Perceptron trick works in the most simple way imaginable. Firstly, you start with random values of A, B and C. You can start with A=B=C=1

For example, we initially start with the red line shown in the figure. Then, we pick a random point and check if the point lies on the correct side of the line or not.

There are two scenarios to consider after we pick a point:

  • If a point is correctly classified, do nothing

  • If a point is incorrectly classified, adjust the line in such a way that it is classified.

The above procedure is repeated multiple times in a loop to get the desired line.

As per current example, blue points should be on the left of the line and green must be on the right side of the line.

Thus, when we pick a point yellow circled in the figure given below, we see that it is correctly classified and we do nothing.

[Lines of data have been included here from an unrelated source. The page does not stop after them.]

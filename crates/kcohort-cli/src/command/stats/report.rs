//! What a `kcohort stats` subcommand prints: a plain-text table for people, or JSON with every
//! number as a number for programs. Both are built from the same result structs of kcohort-stats.

use super::table_input::{InputSummary, Table};
use clap::ValueEnum;
use kcohort_stats::{Interval, StatsError};
use serde::Serialize;
use serde_json::{Map, Value};
use std::io::Write;

/// Output format.
#[derive(Debug, Clone, Copy, PartialEq, Eq, ValueEnum)]
pub enum Format {
    /// A readable plain-text table.
    Table,
    /// One JSON object: the subcommand, the inputs used and every estimate, interval and test.
    Json,
}

/// One subcommand's finished output, in both forms.
#[derive(Debug)]
pub struct Report {
    pub command: &'static str,
    pub input: InputSummary,
    /// The columns and options used, as named fields.
    pub settings: Value,
    pub results: Value,
    pub text: String,
    /// For stderr: how many rows were left out for missing values, if any.
    pub note: Option<String>,
}

impl Report {
    /// The report of `command` on `table`; `text` is the text table, without the input line,
    /// which is added here.
    pub fn new(
        command: &'static str,
        table: &Table,
        settings: Value,
        results: Value,
        text: String,
    ) -> Self {
        let input = table.summary();
        let mut heading = format!(
            "input: {} ({} rows",
            input.file,
            amount(input.rows_used as f64)
        );
        if input.rows_dropped_missing > 0 {
            heading.push_str(&format!(
                "; {} more left out for missing values",
                amount(input.rows_dropped_missing as f64)
            ));
        }
        heading.push_str(")\n");
        Report {
            command,
            input,
            settings,
            results,
            text: text.replacen('\n', &format!("\n{heading}"), 1),
            note: table.dropped_note(),
        }
    }

    /// Writes the report in `format`; JSON is streamed, as a large curve makes a large document.
    pub fn write(&self, format: Format, out: &mut impl Write) -> std::io::Result<()> {
        match format {
            Format::Table => out.write_all(self.text.as_bytes())?,
            Format::Json => {
                let mut input = match serde_json::to_value(&self.input) {
                    Ok(Value::Object(map)) => map,
                    _ => Map::new(),
                };
                if let Value::Object(settings) = &self.settings {
                    input.extend(settings.clone());
                }
                #[derive(Serialize)]
                struct Document<'a> {
                    command: &'a str,
                    input: Map<String, Value>,
                    results: &'a Value,
                }
                let document = Document {
                    command: self.command,
                    input,
                    results: &self.results,
                };
                serde_json::to_writer_pretty(&mut *out, &document).map_err(std::io::Error::from)?;
                out.write_all(b"\n")?;
            }
        }
        out.flush()
    }
}

/// An estimate, or the reason the data cannot give it (a zero count where a ratio needs one).
/// Other library errors are not outcomes: they stop the command.
#[derive(Debug, Clone, Serialize)]
#[serde(untagged)]
pub enum Outcome<T> {
    Estimated(T),
    NotEstimable { not_estimable: String },
}

impl<T> Outcome<T> {
    pub fn from_result(result: Result<T, StatsError>) -> Result<Self, StatsError> {
        match result {
            Ok(value) => Ok(Outcome::Estimated(value)),
            Err(StatsError::NotEstimable(reason)) => Ok(Outcome::NotEstimable {
                // The hint lines are for the text output of an error, not for a cell.
                not_estimable: reason.lines().next().unwrap_or_default().to_string(),
            }),
            Err(other) => Err(other),
        }
    }

    /// Why the estimate is missing, if it is.
    pub fn reason(&self) -> Option<&str> {
        match self {
            Outcome::Estimated(_) => None,
            Outcome::NotEstimable { not_estimable } => Some(not_estimable),
        }
    }

    pub fn estimated(&self) -> Option<&T> {
        match self {
            Outcome::Estimated(value) => Some(value),
            Outcome::NotEstimable { .. } => None,
        }
    }
}

/// Serialises a result struct of kcohort-stats (they all derive Serialize).
pub fn to_json(value: &impl Serialize) -> Value {
    serde_json::to_value(value).expect("result structs serialise to JSON")
}

/// A plain-text table: the first column left-aligned (labels), the others right-aligned.
#[derive(Debug)]
pub struct TextTable {
    header: Vec<String>,
    rows: Vec<Vec<String>>,
}

impl TextTable {
    pub fn new(header: &[&str]) -> Self {
        TextTable {
            header: header.iter().map(|h| h.to_string()).collect(),
            rows: Vec::new(),
        }
    }

    pub fn row(&mut self, cells: Vec<String>) {
        debug_assert_eq!(cells.len(), self.header.len());
        self.rows.push(cells);
    }

    pub fn render(&self) -> String {
        let width = |column: usize| {
            std::iter::once(&self.header)
                .chain(&self.rows)
                .map(|row| row[column].chars().count())
                .max()
                .unwrap_or(0)
        };
        let widths: Vec<usize> = (0..self.header.len()).map(width).collect();
        let mut out = String::new();
        for row in std::iter::once(&self.header).chain(&self.rows) {
            let mut line = String::new();
            for (i, (cell, &w)) in row.iter().zip(&widths).enumerate() {
                let pad = w - cell.chars().count();
                if i == 0 {
                    line.push_str(cell);
                    line.push_str(&" ".repeat(pad));
                } else {
                    line.push_str("   ");
                    line.push_str(&" ".repeat(pad));
                    line.push_str(cell);
                }
            }
            out.push_str(line.trim_end());
            out.push('\n');
        }
        out
    }
}

/// A number to 4 significant digits, plain notation between 0.0001 and 10 million.
pub fn num(x: f64) -> String {
    if x.is_nan() {
        return "n/a".to_string();
    }
    if x.is_infinite() {
        return if x > 0.0 { "infinite" } else { "-infinite" }.to_string();
    }
    if x == 0.0 {
        return "0".to_string();
    }
    let magnitude = x.abs().log10().floor() as i32;
    if !(-4..7).contains(&magnitude) {
        return format!("{x:.3e}");
    }
    let decimals = (3 - magnitude).max(0) as usize;
    format!("{x:.decimals$}")
}

/// A time as the input wrote it (shortest form that reads back the same number: 9, 0.5, 365.25).
pub fn time(x: f64) -> String {
    if x.is_finite() {
        format!("{x}")
    } else {
        num(x)
    }
}

/// An amount such as person-time: up to 2 decimals, thousands separated (51,477.5).
pub fn amount(x: f64) -> String {
    if !x.is_finite() {
        return num(x);
    }
    let text = format!("{:.2}", x.abs());
    let (whole, fraction) = text.split_once('.').expect("formatted with decimals");
    let fraction = fraction.trim_end_matches('0');
    let mut grouped = String::new();
    for (i, digit) in whole.chars().enumerate() {
        if i > 0 && (whole.len() - i) % 3 == 0 {
            grouped.push(',');
        }
        grouped.push(digit);
    }
    let sign = if x < 0.0 { "-" } else { "" };
    if fraction.is_empty() {
        format!("{sign}{grouped}")
    } else {
        format!("{sign}{grouped}.{fraction}")
    }
}

/// "0.2553 to 0.3662".
pub fn interval(interval: &Interval) -> String {
    format!("{} to {}", num(interval.lower), num(interval.upper))
}

/// "95% CI" for level 0.95, "99.8% CI" for 0.998.
pub fn ci_label(level: f64) -> String {
    format!("{} CI", percent(level))
}

/// "95%" for 0.95.
pub fn percent(level: f64) -> String {
    let text = format!("{:.4}", level * 100.0);
    let text = text.trim_end_matches('0').trim_end_matches('.');
    format!("{text}%")
}

/// "rate per 1,000" for 1000.
pub fn per_label(per: f64) -> String {
    format!("rate per {}", amount(per))
}

/// A p-value to 4 decimals, "<0.0001" below that.
pub fn p_value(p: f64) -> String {
    if p < 0.0001 {
        "<0.0001".to_string()
    } else {
        format!("{p:.4}")
    }
}

#[cfg(test)]
mod tests {
    use super::*;

    #[test]
    fn numbers_are_written_for_reading() {
        for (x, expected) in [
            (2.10999757, "2.110"),
            (0.25531, "0.2553"),
            (1234.56, "1235"),
            (0.0, "0"),
            (f64::INFINITY, "infinite"),
            (-0.0381, "-0.03810"),
            (3.2e-6, "3.200e-6"),
        ] {
            assert_eq!(num(x), expected, "{x}");
        }
        assert_eq!(amount(51477.5), "51,477.5");
        assert_eq!(amount(100000.0), "100,000");
        assert_eq!(amount(-1234.567), "-1,234.57");
        assert_eq!(ci_label(0.95), "95% CI");
        assert_eq!(ci_label(0.998), "99.8% CI");
        assert_eq!(per_label(1000.0), "rate per 1,000");
        assert_eq!(p_value(0.065_31), "0.0653");
        assert_eq!(p_value(1e-9), "<0.0001");
    }

    #[test]
    fn text_tables_align_columns() {
        let mut table = TextTable::new(&["group", "n"]);
        table.row(vec!["long name".to_string(), "1".to_string()]);
        table.row(vec!["b".to_string(), "100".to_string()]);
        assert_eq!(
            table.render(),
            "group         n\nlong name     1\nb           100\n"
        );
    }
}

However, when we pick the pink circled point we do some transformations on the line because it is on the wrong side of the line. After applying transformations, the point is correctly classified as shown below:

We apply transformations on line to classify the points correctly. Since how to apply transformations on line is whole another topic I have discussed it in detail in the given article [Regions & Transformation on Line]. Therefore, give it a quick read if you aren't aware of how it works.

In short, we add/subtract the coordinates of the data point from the coefficients of the equation. This will make sure the chosen point is in the correct region. However, we do not directly subtract the coordinates from coefficients because it causes the line to change drastically. Thus, to make the changes slow we first multiply coordinated by the learning rate and then add or subtract it according to the situation.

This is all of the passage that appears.